Леонид Лиходеев - Я и мой автомобиль
Пашка ворочается рядом, за бруствером сена, он хочет мне что-то сказать, но что может сказать мне Павел Петухов, когда я лежу на сене и смотрю на луну?
Она горела всегда с перекалом и никогда не гасла, уставившись на землю неподвижными бледными чертами своего слепящего лица. Она уставилась на землю, не видя ее, и надо было просто взглянуть оттуда, чтобы луна прозрела…
Я лежу в сене, как в пеленках, и сено мое шуршит на круглой планете, отороченной голубоватой атмосферой страстей. Страсти эти темны с невидимой стороны и сверкают с видимой, и нет ничего, кроме них, вокруг небольшого шара в упругой ночи мироздания. И негде им больше приткнуться, этим темным и светлым страстям, — совершенно негде, кроме как вокруг своего круглого шара, насыщенного медом и кровью, ревом и тишиной.
Рядом со мною лежит Пашка Петухов, автомобильный инженер, который, я чувствую, закипает остроумием по поводу нашего первобытного ночлега. Но что он может сказать на стоге сена в виду полной луны? Рядом со мною лежит Ваня Раздольнов, человек, понимающий по-птичьи, бывший технический студент, перешедший в пророки. Он молчит, ему незачем говорить, ибо ночь сама по себе похожа на проповедь. Сиреневая проповедь опустилась на землю, прохладная и теплая, спокойная и величественная, в которой не изменить ни слова. Я слушаю эту проповедь и поддаюсь ее снотворной силе, я слышу в ней несуразности и промахи, но она сильнее меня, и я тоже молчу, и мерещится мне отдохновение…

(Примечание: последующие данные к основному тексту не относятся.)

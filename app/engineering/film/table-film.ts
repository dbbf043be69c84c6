import { solveReynolds } from "./reynolds";

/** Lengths of the film table, in diameters. */
export const tableLengths = [0.15, 0.2, 0.25, 0.3, 0.4, 0.5, 0.6, 0.75, 0.9, 1.1, 1.3, 1.5];

/** Its √(1 − ε), rising evenly from the eccentricity ratio 0.99 to a centred journal. */
export const tableOpennesses = Array.from({ length: 31 }, (_, index) =>
  Number((0.1 + 0.03 * index).toFixed(2)),
);

const mesh = { around: 480, along: 32 };

/**
 * One film of the table, in 1e-5: logarithm of the load number 1/(2πS) over ε; attitude, rad; inflow; side flow over ε;
 * peak pressure times √(1 − ε). In this form every quantity is finite and even from a centred journal to ε 0.99.
 */
export function tableFilm(lengthToDiameter: number, openness: number): number[] {
  const eccentricityRatio = Math.max(1e-6, 1 - openness ** 2);
  const film = solveReynolds({ eccentricityRatio, lengthToDiameter }, mesh);
  return [
    -Math.log(2 * Math.PI * film.sommerfeld * eccentricityRatio),
    film.attitude,
    film.inflow,
    film.sideFlow / eccentricityRatio,
    film.peakPressure * openness,
  ].map((value) => Math.round(1e5 * value));
}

Ваня спохватывается первым и приподнимается на локте.
— Вот так-то, мужики…
Ах, зачем он вылез из тишины, зачем он испугался ее, когда первым должен был испугаться Пашка! Но Пашка выдержал и теперь заговорил от радости:
— Ну что, Лев Толстой, доволен?
— Все шутишь, — говорит Раздольнов, — а ведь действительно деваться от земли некуда…
— Можно на луну смотаться, — возражает Павел.
— Зачем же? Из ранца дышать? Воздух-то земной, привезенный. Воздух, добрый человек, люди за собою возят от родных мест. На луне его нету — проверено.
— Иван, — говорю я, — я всей душою тянусь к тебе, и ценю тебя, и думаю, что ты стоящий парень. Но едва дотянусь, как ты начинаешь формулировать. Не формулируй, Иван, и цены тебе не будет.
— Как же не формулировать? — басит он. — Я не сформулирую — другой сформулирует, да так ли, как мне нужно? А? Ведь не так, как мне нужно, верно?
— А ежели без формулировок? — передразнивает Павел. — Что же тут формулировать, когда и так все ясно. Вот сено, вот луна, вот звезды, вот пажить. Кажется, правильно я сказал? Пажить это называется?
— Правильно, — весело отвечает Раздольнов. — Ясно-то ясно, да не ясно одно: чье сено и чья луна? В том-то и весь вопрос на земле состоит: чье это сено? Чье сено, да чья каша, да чей посох, коим овнов гнать в рай, к водопою?..
Древние пророки звенят подо мною в сене. Древние пророки шуршат нечесаными, жесткими бородами. На сене ли мой ночлег или на бородах пророков? Медовым духом счастья или укоризной проповеди насыщена моя колыбель? Жерди привалились к стогу, а может быть, не жерди, но посохи судей, двурогие посохи святителей, за которыми не мед, но кровь.
Чье сено? — кричит ночная птица. — Ух! Ух! Хочу знать, чье сено?
Ничье, ничье, ничье! — посвистывает суслик.
Как это ничье? Ух! Ух!
Ничье, ничье, ничье…
Чья земля? — гремит ночная птица.
Ничья, ничья, ничья…
Тихо.
Пророки вытаскивают из-под меня жесткие бороды, разбирают посохи, как винтовки из пирамиды. Сено оседает.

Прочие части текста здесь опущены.